> **TO DO**
Once the line containing "lnPMu, lnPSigma float64" has been written out, stop; until then, restate each line of the entries below word for word from the first.

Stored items
package activity

import (
	"context"
	"errors"
	"fmt"
	"math"
	"slices"

	"gonum.org/v1/gonum/mat"
	"gonum.org/v1/gonum/stat"

	"spotsift/gp"
	"spotsift/mapfit"
	"spotsift/rvfit"
)

// gpModel is a Gaussian-process activity model of one series:
//
//	y = X β + ε,  ε ~ N(0, k_rot + diag(σ² + s_inst²))
//
// with k_rot the two-oscillator rotation kernel (gp.RotationSHO: modes at
// P and P/2), one jitter s per instrument, and X the per-instrument offsets
// plus, when freq > 0, a sinusoid at freq (the circular Keplerian at a fixed
// period). The linear parameters β are profiled out by generalised least
// squares at every step (common practice), so the optimiser sees only the
// kernel parameters and jitters. The fit goes through mapfit (log and
// logistic transforms, several starts, Laplace errors).
type gpModel struct {
	t, y, sigma []float64
	inst        []int
	ninst       int
	freq        float64
	shape       orbitShape // the signal's shape at freq (a sinusoid's by default)
	// fixed holds further columns of X, placed after the offsets: other
	// signals at fixed periods, their amplitudes fitted with the rest.
	fixed [][]float64
	t0    float64
	// Period bounds (days) and an optional Gaussian prior on ln P.
	pLo, pHi        float64
	lnPMu, lnPSigma float64 // lnPSigma = 0: log-uniform on [pLo, pHi]
	scale           float64 // a typical amplitude of y, for the bounds
	// redNoise, when true, adds to the rotation kernel a red-noise term
	// (gp.Exponential: a damped random walk of free amplitude and time
	// scale, from the longest rotation period of the model to ten data
	// spans), with its two parameters after the jitters: variation slower
	// than rotation with no period at all, such as slow drifts of the star
	// or the instrument (see redNoiseCheck).
	redNoise bool
	// mode, when positive, adds to the rotation kernel an oscillator at
	// that frequency (c/d) with its own amplitude (one parameter, last)
	// and the fundamental mode's damping time (modeSHO): activity there as
	// coherent as the rotation signal itself and no more. The model
	// comparison uses it for a signal at P_rot/3 or P_rot/4, where the
	// kernel's two modes have no power; the oscillator sits at the
	// signal's own frequency, since spots at other latitudes put their
	// harmonics up to the differential rotation's spread away from n/P_rot.
	mode float64
	// ctx, when not nil, stops the fits soon after it is cancelled.
	ctx context.Context
}

// gpResult is the maximum a posteriori fit of a gpModel.
type gpResult struct {
	theta   []float64 // natural parameters at the MAP (gpModel.space order)
	lnL     float64   // profile log-likelihood at the MAP
	lnPost  float64
	period  float64 // GP rotation period (days)
	periodE float64 // its one-sigma Laplace error, NaN if unavailable
	beta    []float64
	covBeta *mat.SymDense
	ok      bool
	fit     *mapfit.Result
}

// Parameter layout: amplitude, period, quality of the P/2 mode, quality
// gap, weight of the P/2 mode, then one jitter per instrument.
const gpKernelParams = 5

func (m *gpModel) nParams() int {
	n := gpKernelParams + m.ninst
	if m.redNoise {
		n += 2
	}
	if m.mode > 0 {
		n++
	}
	return n
}

// modeIdx is the index of the added oscillator's amplitude in θ (mode).
func (m *gpModel) modeIdx() int { return m.nParams() - 1 }

// withoutMode returns the model and its fit r without the oscillator of
// mode (the same when there is none): the model comparison's fit as the
// later tests reuse it (the alias check, the season test's errors, the
// report's GP curve). A noise mode at the signal's frequency would answer
// their questions for them: an alias check with activity allowed at one
// of the two candidate periods favours the other. The oscillator's
// amplitude is θ's last parameter, so the rest keeps its meaning.
func withoutMode(m *gpModel, r gpResult) (*gpModel, *gpResult) {
	if m.mode <= 0 {
		return m, &r
	}
	mm := *m
	mm.mode = 0
	r.theta = slices.Clone(r.theta[:mm.nParams()])
	return &mm, &r
}

// span returns the time the data cover (days, at least one).
func (m *gpModel) span() float64 { return math.Max(rvSpan(m.t), 1) }

// space returns the parameters with their transforms; the bounds are the
// supports of the priors of lnPrior.
func (m *gpModel) space() mapfit.Space {
	sc := math.Max(m.scale, 1e-12)
	s := mapfit.Space{
		{Name: "gp_amp", Kind: mapfit.LogBounded, Lo: 1e-3 * sc, Hi: 20 * sc},
		{Name: "gp_prot", Kind: mapfit.LogBounded, Lo: m.pLo, Hi: m.pHi},
		{Name: "gp_qual", Kind: mapfit.LogBounded, Lo: 0.05, Hi: 30},
		{Name: "gp_qgap", Kind: mapfit.LogBounded, Lo: 0.01, Hi: 30},
		{Name: "gp_mix", Kind: mapfit.Bounded, Lo: 0, Hi: 1},
	}
	for k := 0; k < m.ninst; k++ {
		s = append(s, mapfit.Param{Name: "jitter", Kind: mapfit.Bounded, Lo: 0, Hi: 10 * sc})
	}
	if m.redNoise {
		s = append(s,
			mapfit.Param{Name: "rn_amp", Kind: mapfit.LogBounded, Lo: 1e-3 * sc, Hi: 20 * sc},
			mapfit.Param{Name: "rn_tau", Kind: mapfit.LogBounded, Lo: m.rnTauLo(), Hi: math.Max(10*m.span(), 2*m.rnTauLo())})
	}
	if m.mode > 0 {
		s = append(s, mapfit.Param{Name: "gp_mode_amp", Kind: mapfit.LogBounded, Lo: 1e-3 * sc, Hi: 20 * sc})
	}
	return s
}

// noise builds the GP noise model of natural parameters θ.
func (m *gpModel) noise(theta []float64) *gp.Noise {
	k := gp.RotationSHO{Amp: theta[0], Period: theta[1], Quality: theta[2], QualityGap: theta[3], Mix: theta[4]}
	jit := append([]float64(nil), theta[gpKernelParams:gpKernelParams+m.ninst]...)
	if !m.redNoise && !(m.mode > 0) {
		// The common case: the rotation kernel alone, no Sum built on
		// every evaluation of the likelihood.
		return &gp.Noise{Kernel: k, Jitter: jit}
	}
	terms := gp.Sum{k}
	if m.redNoise {
		rn := theta[gpKernelParams+m.ninst:]
		terms = append(terms, gp.Exponential{Sigma: rn[0], Tau: rn[1]})
	}
	if m.mode > 0 {
		terms = append(terms, modeSHO(k, m.mode, theta[m.modeIdx()]))
	}
	return &gp.Noise{Kernel: terms, Jitter: jit}
}

// modeSHO returns an oscillator of standard deviation amp that oscillates
// at frequency f (c/d) and decays as fast as k's fundamental mode: spots
// that live for a time τ shape every harmonic of the rotation signal with
// the same envelope. An SHO of frequency ω0 and quality Q oscillates at
// ω0 √(1 − 1/(4Q²)) and decays at the rate ω0/(2Q); k's fundamental
// oscillates at 2π/P and decays at 2π/(P √(4Q_1² − 1)), so an equal decay
// rate at 2πf needs √(4Q² − 1) = f P √(4Q_1² − 1). Its variance is S0 ω0 Q.
func modeSHO(k gp.RotationSHO, f, amp float64) gp.SHO {
	q1 := 0.5 + k.Quality + k.QualityGap
	g := f * k.Period * math.Sqrt(4*q1*q1-1)
	q := 0.5 * math.Sqrt(1+g*g)
	w := 2 * math.Pi * f * 2 * q / g
	return gp.SHO{S0: amp * amp / (w * q), W0: w, Q: q}
}

// design returns the columns of X.
func (m *gpModel) design() [][]float64 {
	n := len(m.t)
	var cols [][]float64
	for g := 0; g < m.ninst; g++ {
		c := make([]float64, n)
		for i := range c {
			if m.inst[i] == g {
				c[i] = 1
			}
		}
		cols = append(cols, c)
	}
	cols = append(cols, m.fixed...)
	if m.freq > 0 {
		cc, sc := make([]float64, n), make([]float64, n)
		for i, ti := range m.t {
			cc[i], sc[i] = basis(m.freq, m.shape, ti, m.t0)
		}
		cols = append(cols, cc, sc)
	}
	return cols
}

// profile returns the profile log-likelihood at θ with the GLS estimate of
// β and its covariance, and the residuals y − Xβ. ok is false when the
// covariance cannot be factorised.
func (m *gpModel) profile(theta []float64, cols [][]float64, wantCov bool) (lnL float64, beta []float64, cov *mat.SymDense, ok bool) {
	lnL, beta, cov, _, _, ok = m.profileSolve(theta, cols, wantCov)
	return
}

func (m *gpModel) profileSolve(theta []float64, cols [][]float64, wantCov bool) (lnL float64, beta []float64, cov *mat.SymDense, r []float64, sol gp.Solver, ok bool) {
	for _, v := range theta {
		if math.IsNaN(v) || math.IsInf(v, 0) {
			return math.Inf(-1), nil, nil, nil, nil, false
		}
	}
	variance := make([]float64, len(m.sigma))
	for i, s := range m.sigma {
		variance[i] = s * s
	}
	sol, err := m.noise(theta).Factor(m.t, variance, m.inst)
	if err != nil || sol == nil {
		return math.Inf(-1), nil, nil, nil, nil, false
	}
	beta, cov, r, ok = glsProfile(sol, cols, m.y, wantCov)
	if !ok {
		return math.Inf(-1), nil, nil, nil, nil, false
	}
	lnL, err = sol.LogLikelihood(r)
	if err != nil || math.IsNaN(lnL) {
		return math.Inf(-1), nil, nil, nil, nil, false
	}
	return lnL, beta, cov, r, sol, true
}

// glsProfile returns the generalised least-squares β = (XᵀK⁻¹X)⁻¹XᵀK⁻¹y,
// its covariance (when wantCov) and the residuals y − Xβ.
func glsProfile(sol interface {
	Solve(dst, y []float64) ([]float64, error)
}, cols [][]float64, y []float64, wantCov bool) (beta []float64, cov *mat.SymDense, r []float64, ok bool) {
	kx, ok := solveColumns(sol, cols)
	if !ok {
		return nil, nil, nil, false
	}
	return glsSolved(kx, cols, y, wantCov)
}

// solveColumns returns K⁻¹c for each column c of cols.
func solveColumns(sol interface {
	Solve(dst, y []float64) ([]float64, error)
}, cols [][]float64) ([][]float64, bool) {
	kx := make([][]float64, len(cols))
	var err error
	for j, c := range cols {
		if kx[j], err = sol.Solve(nil, c); err != nil {
			return nil, false
		}
	}
	return kx, true
}

// glsSolved is glsProfile with K⁻¹X given (kx), for callers that vary
// some columns and keep the others' solves.
func glsSolved(kx, cols [][]float64, y []float64, wantCov bool) (beta []float64, cov *mat.SymDense, r []float64, ok bool) {
	nc := len(cols)
	a := mat.NewSymDense(max(nc, 1), nil)
	b := mat.NewVecDense(max(nc, 1), nil)
	for j := 0; j < nc; j++ {
		b.SetVec(j, dot(kx[j], y))
		for l := j; l < nc; l++ {
			a.SetSym(j, l, dot(kx[j], cols[l]))
		}
	}
	r = append([]float64(nil), y...)
	if nc == 0 {
		return nil, nil, r, true
	}
	var ch mat.Cholesky
	if !ch.Factorize(a) {
		return nil, nil, nil, false
	}
	var x mat.VecDense
	if err := ch.SolveVecTo(&x, b); err != nil {
		return nil, nil, nil, false
	}
	beta = make([]float64, nc)
	for j := range beta {
		beta[j] = x.AtVec(j)
		for i := range r {
			r[i] -= beta[j] * cols[j][i]
		}
	}
	if wantCov {
		cov = mat.NewSymDense(nc, nil)
		if err := ch.InverseTo(cov); err != nil {
			cov = nil
		}
	}
	return beta, cov, r, true
}

// lnPrior is the log prior of θ inside the box of space: log-uniform in
// the amplitude and the two quality parameters, uniform in the mix and the
// jitters, and log-uniform in the period or, when lnPSigma > 0, a Gaussian
// in ln P (density in P).
func (m *gpModel) lnPrior(theta []float64) float64 {
	lp := -math.Log(theta[0]) - math.Log(theta[2]) - math.Log(theta[3])
	if m.redNoise {
		// Log-uniform in the red noise's amplitude and time scale.
		rn := theta[gpKernelParams+m.ninst:]
		lp -= math.Log(rn[0]) + math.Log(rn[1])
	}
	if m.mode > 0 {
		lp -= math.Log(theta[m.modeIdx()])
	}
	lnP := math.Log(theta[1])
	lp -= lnP
	if m.lnPSigma > 0 {
		z := (lnP - m.lnPMu) / m.lnPSigma
		lp -= 0.5 * z * z
	}
	return lp
}

// inBox reports whether θ lies inside the space's bounds.
func inBox(s mapfit.Space, theta []float64) bool {
	for i, p := range s {
		switch p.Kind {
		case mapfit.Bounded, mapfit.LogBounded:
			if !(theta[i] >= p.Lo && theta[i] <= p.Hi) {
				return false
			}
		}
	}
	return true
}

// fit returns the MAP of the model from the starts (natural parameters),
// keeping the best, with Laplace errors.
func (m *gpModel) fit(starts [][]float64) gpResult {
	cols := m.design()
	sp := m.space()
	post := func(theta []float64) float64 {
		if !inBox(sp, theta) {
			return math.Inf(-1)
		}
		lnL, _, _, ok := m.profile(theta, cols, false)
		if !ok {
			return math.Inf(-1)
		}
		return lnL + m.lnPrior(theta)
	}
	var clean [][]float64
	for _, s := range starts {
		if len(s) == len(sp) {
			clean = append(clean, s)
		}
	}
	res, err := mapfit.Fit(&mapfit.Problem{Space: sp, LogPost: post, Starts: clean}, &mapfit.Settings{MaxEvaluations: 400 * len(sp), Workers: 1, Context: m.ctx})
	if err != nil || res == nil || res.X == nil {
		return gpResult{lnPost: math.Inf(-1), periodE: math.NaN()}
	}
	best := gpResult{theta: res.X, lnPost: res.LogPost, fit: res, period: res.X[1], periodE: math.NaN()}
	var ok bool
	best.lnL, best.beta, best.covBeta, ok = m.profile(best.theta, cols, true)
	best.ok = ok
	if L := res.Laplace; L != nil {
		best.periodE = L.Errors[1]
	}
	return best
}

// start returns a starting θ for period p (days), inside the box.
func (m *gpModel) start(p float64) []float64 {
	sp := m.space()
	th := []float64{m.scale, p, 1, 2, 0.5}
	for k := 0; k < m.ninst; k++ {
		th = append(th, 0.3*m.scale)
	}
	if m.redNoise {
		th = append(th, 0.3*m.scale, m.span()/3)
	}
	if m.mode > 0 {
		th = append(th, 0.3*m.scale)
	}
	for i, q := range sp {
		if q.Kind == mapfit.Bounded || q.Kind == mapfit.LogBounded {
			w := 1e-3 * (q.Hi - q.Lo)
			th[i] = math.Max(q.Lo+w, math.Min(q.Hi-w, th[i]))
		}
	}
	return th
}

func dot(a, b []float64) float64 {
	s := 0.0
	for i := range a {
		s += a[i] * b[i]
	}
	return s
}

// GP activity models for FitGPActivity.
const (
	// GPRotation is the single-output model: the RVs alone with the
	// two-oscillator rotation kernel (gp.RotationSHO), one jitter per
	// instrument.
	GPRotation = "rotation"
	// GPMulti is the multi-output model of Rajpaul et al. (2015): one
	// latent rotation process G and its derivative drive the RVs
	// (a G + b dG/dt) and the activity indicators, each series on its own
	// epochs, solved in O(N) (gp.MultiSemisep).
	GPMulti = "multi"
)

> **RESULT OF THIS TASK**
package activity

import (
	"context"
	"errors"
	"fmt"
	"math"
	"slices"

	"gonum.org/v1/gonum/mat"
	"gonum.org/v1/gonum/stat"

	"spotsift/gp"
	"spotsift/mapfit"
	"spotsift/rvfit"
)

// gpModel is a Gaussian-process activity model of one series:
//
//	y = X β + ε,  ε ~ N(0, k_rot + diag(σ² + s_inst²))
//
// with k_rot the two-oscillator rotation kernel (gp.RotationSHO: modes at
// P and P/2), one jitter s per instrument, and X the per-instrument offsets
// plus, when freq > 0, a sinusoid at freq (the circular Keplerian at a fixed
// period). The linear parameters β are profiled out by generalised least
// squares at every step (common practice), so the optimiser sees only the
// kernel parameters and jitters. The fit goes through mapfit (log and
// logistic transforms, several starts, Laplace errors).
type gpModel struct {
	t, y, sigma []float64
	inst        []int
	ninst       int
	freq        float64
	shape       orbitShape // the signal's shape at freq (a sinusoid's by default)
	// fixed holds further columns of X, placed after the offsets: other
	// signals at fixed periods, their amplitudes fitted with the rest.
	fixed [][]float64
	t0    float64
	// Period bounds (days) and an optional Gaussian prior on ln P.
	pLo, pHi        float64
	lnPMu, lnPSigma float64 // lnPSigma = 0: log-uniform on [pLo, pHi]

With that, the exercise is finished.